Tramwaje i rowery na jednym torze? Tak, w Warszawie
Ta szczególna ścieżka tramwajowo-rowerowa znajduje się przy placu Zbawiciela. Krótki odcinek drogi, który tramwajarze dzielą z rowerzystami kończy się przy Nowowiejskiej. - Ło Jezusicku, tramwaj i rower majom wspólny tor! Na odcinku prawie kopy sążni! Toć krowy mleko przestaną dawać! - tak sytuację komentuje Andrzej Budzyński ze Stowarzyszenia Zielone Mazowsze.
Urzędnicy
Nasze pytania dotyczące tego nietypowego rozwiązania skierowaliśmy wpierw do rzecznika Tramwajów Warszawskich. - Miejski Inżynier Ruchu zatwierdził ten projekt i on będzie miał najwięcej informacji w tej sprawie - powiedział Michał Powałka, przekierowując nas do Janusza Galasa, Miejskiego Inżyniera Ruchu.

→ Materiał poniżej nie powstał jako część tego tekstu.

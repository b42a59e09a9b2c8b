"""The report's findings tables: exceedances with their limits side by side, the site–metal grid,
the undecided results, and the numbered references of the limit tables.

Each is one function of the screening table (one function per table, so that a caller can write
them one at a time). They return code columns; :mod:`tracescreen.report.words` puts them in words.
"""

from __future__ import annotations

import numpy as np
import pandas as pd

from tracescreen import vocabulary
from tracescreen._internal.text import format_significant, significant_figures
from tracescreen.report.words import result_precision
from tracescreen.statistics.series import site_samples

RESULT_KEY = ["file", "sheet", "row"]
EXCEEDED_MARK = vocabulary.GLYPH["exceeds"]
#: Significant figures of a computed limit (hardness formula, forms): common practice.
COMPUTED_LIMIT_DIGITS = 3


def short_name(name: str) -> str:
    """A limit table's name up to its first comma (``"WHO Guidelines for Drinking-water Quality, 4th
    ed. ..."`` -> ``"WHO Guidelines for Drinking-water Quality"``)."""
    return str(name).split(",")[0].strip()


def limit_references(limit_tables: pd.DataFrame, used) -> pd.DataFrame:
    """Numbered references [1], [2], ... of the limit tables used, in table-id order.

    Returns
    -------
    pandas.DataFrame
        ``ref`` (int), ``table_id``, ``short_name``, ``name``, ``source``, ``url``.
    """
    t = limit_tables[limit_tables["table_id"].isin(set(used))].sort_values("table_id").reset_index(drop=True)
    url = t["url"].fillna("").astype(str) if "url" in t.columns else pd.Series([""] * len(t))
    return pd.DataFrame({"ref": np.arange(1, len(t) + 1), "table_id": t["table_id"].astype(str),
                         "short_name": t["name"].map(short_name), "name": t["name"].astype(str),
                         "source": t["source"].astype(str), "url": url.replace("nan", "")})


def limit_precision(rows: pd.DataFrame, entries: pd.DataFrame) -> np.ndarray:
    """Significant figures of each row's limit: as its table writes the value, else
    :data:`COMPUTED_LIMIT_DIGITS` for a computed limit (figures counted once per entry)."""
    if "value_text" not in entries.columns or "entry_id" not in rows.columns or entries.empty:
        return np.full(len(rows), COMPUTED_LIMIT_DIGITS)
    text = entries["value_text"].astype(object)
    sf = significant_figures(text.where(text.notna(), ""))
    digits = pd.Series(np.where(sf > 0, sf, COMPUTED_LIMIT_DIGITS), index=entries["entry_id"].astype(str).to_numpy())
    digits = digits[~digits.index.duplicated()]
    ids = rows["entry_id"]
    if isinstance(ids.dtype, pd.CategoricalDtype):  # map the categories, take by code
        cat = digits.reindex(ids.cat.categories.astype(str)).fillna(COMPUTED_LIMIT_DIGITS).to_numpy(int)
        codes = ids.cat.codes.to_numpy()
        return np.where(codes >= 0, cat[codes], COMPUTED_LIMIT_DIGITS)
    return ids.astype(str).map(digits).fillna(COMPUTED_LIMIT_DIGITS).to_numpy(int)


def limit_label(rows: pd.DataFrame, refs: pd.DataFrame) -> pd.Series:
    """The column label of each row's limit: ``[k]`` of its table, then its duration or period basis."""
    ref = rows["limit_table"].astype(str).map(dict(zip(refs["table_id"], refs["ref"]))).fillna(0).astype(int)
    duration = rows["duration"].astype(object).fillna("").astype(str) if "duration" in rows else ""
    basis = rows["basis"].astype(object).fillna("").astype(str) if "basis" in rows else ""
    period = pd.Series(basis, index=rows.index).where(~pd.Series(basis, index=rows.index).isin(["single_sample", ""]), "")
    what = (pd.Series(duration, index=rows.index) + " " + period.str.replace("_", " ")).str.strip()
    return "[" + ref.astype(str) + "]" + np.where(what != "", " " + what, "")


def _site_names(frame: pd.DataFrame, sites: pd.DataFrame | None) -> pd.Series:
    if sites is None or "name" not in sites.columns:
        return pd.Series([""] * len(frame), index=frame.index, dtype=object)
    names = dict(zip(sites["site_id"].astype(str), sites["name"].fillna("").astype(str)))
    return frame["site_id"].astype(str).map(names).fillna("").astype(object)


def _depends_on_hardness(rows: pd.DataFrame, entries: pd.DataFrame) -> np.ndarray:
    if "inputs" not in entries.columns or "entry_id" not in rows.columns:
        return np.zeros(len(rows), bool)
    uses = entries.set_index("entry_id")["inputs"].fillna("").astype(str).str.contains("hardness")
    if "hf_m" in entries.columns:
        uses |= entries.set_index("entry_id")["hf_m"].notna()
    return rows["entry_id"].astype(object).map(uses).fillna(False).to_numpy(bool)


def exceedance_rows(screening: pd.DataFrame, entries: pd.DataFrame, refs: pd.DataFrame,
                    sites: pd.DataFrame | None = None, max_results: int | None = None) -> tuple[pd.DataFrame, pd.DataFrame]:
    """One row per site-sample result above at least one limit, with every limit that applies to it
    side by side (one column per table and duration or period basis).

    Parameters
    ----------
    screening : pandas.DataFrame
        The screening table (one row per result and limit).
    entries : pandas.DataFrame
        ``LimitSet.entries`` (for the limits' written precision and their inputs).
    refs : pandas.DataFrame
        :func:`limit_references`.
    sites : pandas.DataFrame, optional
        For the site names.
    max_results : int, optional
        Keep the first results only (in site, metal, date order); ``rows.attrs["total"]`` is the count
        of all results above a limit.

    Returns
    -------
    (rows, limits) : tuple of pandas.DataFrame
        ``rows``: ``site_id, site_name, sampled_at, sample_id, analyte, fraction, result_text, unit,
        value, hardness_used_mg_L`` (text; hardness only where a limit of the row depends on it) then
        one text column per limit label: the limit in µg/L to its table's precision, marked
        :data:`EXCEEDED_MARK` where exceeded, with the period value in brackets where the limit is on a
        period (its label then ends "(period value)").
        ``limits``: the same results × limits in long form with codes (``value_ug_L, limit_ug_L,
        ratio, status, limit_table, label``), for the workbook and the tests.
    """
    site = site_samples(screening)
    site = site[site["limit_ug_L"].notna()]
    key = [c for c in RESULT_KEY if c in site.columns]
    hit = site.loc[site["status"].eq("exceeds"), key].drop_duplicates()
    if hit.empty:
        cols = ["site_id", "site_name", "sampled_at", "sample_id", "analyte", "fraction", "result_text", "value_ug_L",
                "hardness_used_mg_L"]
        return pd.DataFrame({c: [] for c in cols}), site.iloc[:0]
    total = len(hit)
    if max_results is not None and total > max_results:
        first = site.loc[site["status"].eq("exceeds"), key + ["site_id", "analyte", "fraction", "sampled_at"]]
        first = first.drop_duplicates(key).sort_values(["site_id", "analyte", "fraction", "sampled_at"] + key,
                                                       kind="stable")
        hit = first[key].head(max_results)
    rows = site.merge(hit, on=key)
    rows = rows.sort_values(["site_id", "analyte", "fraction", "sampled_at"] + key, kind="stable").reset_index(drop=True)
    label = limit_label(rows, refs)
    value = format_significant(rows["limit_ug_L"], limit_precision(rows, entries))
    is_period = rows["period_value_ug_L"].notna().to_numpy() if "period_value_ug_L" in rows else np.zeros(len(rows), bool)
    period = format_significant(rows.get("period_value_ug_L", pd.Series(np.nan, index=rows.index)),
                                result_precision(rows["result_text"]))
    cell = np.where(rows["status"].eq("exceeds"), EXCEEDED_MARK + "\u00a0", "") + value
    cell = np.where(is_period, cell + " (" + period + ")", cell)
    label = label.where(~is_period, label + " (period value)")
    long = rows.assign(label=label.to_numpy(), cell=cell)
    results = long.drop_duplicates(key).set_index(key)
    wide = long.pivot_table(index=key, columns="label", values="cell", aggfunc="first", observed=True)
    wide = wide.reindex(results.index)
    order = sorted(wide.columns, key=lambda c: (int(c[1:c.index("]")]), c))
    hard = pd.Series(_depends_on_hardness(long, entries), index=long.index).groupby(
        [long[k] for k in key], observed=True, sort=False).any().reindex(results.index).fillna(False).to_numpy(bool)
    out = pd.DataFrame({
        "site_id": results["site_id"].astype(str).to_numpy(),
        "site_name": _site_names(results, sites).to_numpy(),
        "sampled_at": results["sampled_at"].to_numpy(),
        "sample_id": results["sample_id"].astype(str).to_numpy(),
        "analyte": results["analyte"].astype(str).to_numpy(),
        "fraction": results["fraction"].astype(str).to_numpy(),
        "result_text": (results["result_text"].astype(str) + " " + results["unit"].astype(str)).to_numpy(),
        "value_ug_L": format_significant(results["value_ug_L"], result_precision(results["result_text"])).to_numpy(),
        "hardness_used_mg_L": np.where(hard, format_significant(
            results.get("hardness_used_mg_L", pd.Series(np.nan, index=results.index)), 3).to_numpy(), ""),
    })
    for c in order:
        out[c] = wide[c].fillna("–").to_numpy()
    cols = ["site_id", "sample_id", "sampled_at", "analyte", "fraction", "value_ug_L", "limit_ug_L", "ratio",
            "status", "limit_table", "label"]
    out.attrs["total"] = total
    return out, long[[c for c in cols if c in long.columns]]


def status_counts(screening: pd.DataFrame) -> pd.DataFrame:
    """Per site and metal (analyte and fraction): the worst status of its site-sample results over
    all their limits, how many results have it (``k``) and how many results there are (``n``)."""
    site = site_samples(screening)
    if site.empty:
        return pd.DataFrame({c: [] for c in ("site_id", "analyte", "fraction", "n", "k", "status")})
    key = [c for c in RESULT_KEY if c in site.columns]
    code = site["status"].astype(str).map(vocabulary.STATUS_CODE).to_numpy(dtype=int)
    per_result = site.assign(_c=code).groupby(key + ["site_id", "analyte", "fraction"], observed=True)["_c"].min()
    per_result = per_result.reset_index()
    g = per_result.groupby(["site_id", "analyte", "fraction"], observed=True)["_c"]
    worst = g.min().rename("worst")
    cells = pd.concat([g.size().rename("n"), worst], axis=1).reset_index()
    k = per_result.merge(cells[["site_id", "analyte", "fraction", "worst"]], on=["site_id", "analyte", "fraction"])
    k = k[k["_c"] == k["worst"]].groupby(["site_id", "analyte", "fraction"], observed=True).size().rename("k")
    cells = cells.merge(k.reset_index(), on=["site_id", "analyte", "fraction"])
    cells["status"] = np.asarray(vocabulary.STATUSES, dtype=object)[cells["worst"].to_numpy()]
    return cells.drop(columns="worst")


def site_metal_grid(screening: pd.DataFrame, sites: pd.DataFrame | None = None) -> tuple[pd.DataFrame, pd.DataFrame]:
    """The site–metal grid: one row per site (id and name), one column per metal (analyte and
    fraction); each cell the worst status's glyph and word with ``k/n`` (``"▲ above 3/36"``).

    Returns
    -------
    (cells, status) : tuple of pandas.DataFrame
        Text cells ("" where the site has no result of the metal), and each cell's status code.
    """
    c = status_counts(screening)
    if c.empty:
        return pd.DataFrame(), pd.DataFrame()
    glyph = c["status"].map(vocabulary.GLYPH) + " " + c["status"].map(vocabulary.SHORT)
    c = c.assign(metal=c["analyte"].astype(str) + " (" + c["fraction"].astype(str) + ")",
                 text=glyph + " " + c["k"].astype(str) + "/" + c["n"].astype(str))
    text = c.pivot(index="site_id", columns="metal", values="text").fillna("")
    status = c.pivot(index="site_id", columns="metal", values="status").fillna("")
    names = _site_names(text.reset_index(), sites).to_numpy()
    text.insert(0, "Site name", names)
    status.insert(0, "Site name", "")
    text.index.name = status.index.name = "Site"
    return text.reset_index(), status.reset_index()


def undecided(screening: pd.DataFrame, sites: pd.DataFrame | None = None) -> pd.DataFrame:
    """Results that decide nothing against a limit, per site, metal and status: a non-detect whose
    detection limit is above the limit, or a result above the calibrated range at or below it.

    Returns
    -------
    pandas.DataFrame
        ``site_id, site_name, analyte, fraction, status, results, max_detection_limit, limit_min_ug_L,
        limit_table`` (tables, comma-separated).
    """
    site = site_samples(screening)
    u = site[site["status"].isin(["nondetect_inconclusive", "above_range_inconclusive"])]
    cols = ["site_id", "site_name", "analyte", "fraction", "status", "results", "max_detection_limit",
            "limit_min_ug_L", "limit_table"]
    if u.empty:
        return pd.DataFrame({c: [] for c in cols})
    key = [c for c in RESULT_KEY if c in u.columns]
    group = ["site_id", "analyte", "fraction", "status"]
    u = u.assign(status=u["status"].astype(str), limit_table=u["limit_table"].astype(str))
    g = u.groupby(group, observed=True)
    n = u.drop_duplicates(key + group).groupby(group, observed=True).size()
    out = pd.DataFrame({"results": n, "max_detection_limit": g["detection_limit_ug_L"].max(),
                        "limit_min_ug_L": g["limit_ug_L"].min(),
                        "limit_table": g["limit_table"].agg(lambda s: ", ".join(sorted(set(s))))}).reset_index()
    out["site_name"] = _site_names(out, sites)
    return out[cols]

- To złożona sprawa. W tym miejscu według planów miała być ścieżka rowerowa, ale nie było na nią miejsca. Już kilku projektantów podchodziło do sprawy, jednak żadnemu z nich nie udało się optymalnie rozwiązać problemu. W grę musiałoby wejść wyburzenie części ulicy Nowowiejskiej. Nowe rozwiązania zawsze budzą kontrowersje. Wiadomo, że musi być zachowane bezpieczeństwo. W tym miejscu tramwaje utrzymują niską prędkość, bo przejeżdżają przez rozjazdy. Samochody również nie szarżują wyjeżdżając z ronda. Nowe rozwiązania zawsze budzą kontrowersje - powiedział nam Miejski Inżynier Ruchu, Janusz Galas.
Internauci
Pomysł krytykują mieszkańcy stolicy. - To chyba jakiś ponury żart - komentuje richard51. - Piątek, godzina 17.00. Panna w "nausznikach z mp3" i dizajnerskich okularach jedzie tą ścieżką na holenderskiej damce z koszyczkiem, osiągając zawrotną prędkość 15 km/h, a za nią karnie sunie sznur tramwajów. Po prostu cud, miód orzeszki. Jestem legalistą, na dodatek przejeżdżam ulicami warszawy ok. 4 ts. km/rok, ale tu i teraz przysięgam: NIKT NIGDY NIE ZOBACZY MNIE I MOJEGO ROWERU NA TEJ ŚCIEŻCE! - kończy swoją wypowiedź internauta Jarhead.
Aktywiści
Jednak projekt ma także swoich zwolenników. Swoje poparcie dla takiego rozwiązania wyraził Aleksander Buczyński - aktywista Stowarzyszenia Zielone Mazowsze, w swoim felietonie zatytułowanym "Szwajcarska masakra tramwajem mechanicznym". "Wyłaniająca się z chaosu organizacja ruchu rowerowego na ul. Nowowiejskiej oprócz licznych błędów i wypaczeń zawiera jedno innowacyjne rozwiązanie - kontrapas rowerowo-tramwajowy. Jak można się było spodziewać, to właśnie ten najsensowniejszy element projektu wzbudził najwięcej emocji na forach i blogach poświęconych komunikacji miejskiej. Krew poleje się strumieniami, prorokują internetowi specjaliści, na zmianę domagając się karania mandatami rowerzystów jeżdżących po torowisku i tramwajów jeżdżących po pasie dla rowerów. (...) Oczywiście, uwadze bijących na alarm umknął fakt, że ruch rowerów po torowisku odbywa się już w Warszawie w majestacie prawa na ul. Stalowej (na odcinku 4x dłuższym niż na Nowowiejskiej) czy Młynarskiej (8x dłuższym)."
...i Europa
Takie rozwiązania stosowane są również w innych państwach europejskich. Dobrym przykładem sprawnego współdziałania rowerzystów i tramwajów jest Szwajcaria. - Zarówno w Bazylei jak i w Zurychu tramwaje jeżdżą po torowiskach o rozstawie metrowym, które są mniej przyjazne dla ruchu rowerowego niż normalnotorowe. Węższy pas między torami oznacza mniejszy margines błędu przy kierowaniu rowerem - normalnotorowe 1435 mm jest już zbliżone do szerokości standardowego pasa dla rowerów (1,5 m). Mimo to rowerzyści i tramwaje koegzystują pokojowo w historycznych centrach szwajcarskich miast - informuje Aleksander Budzyński.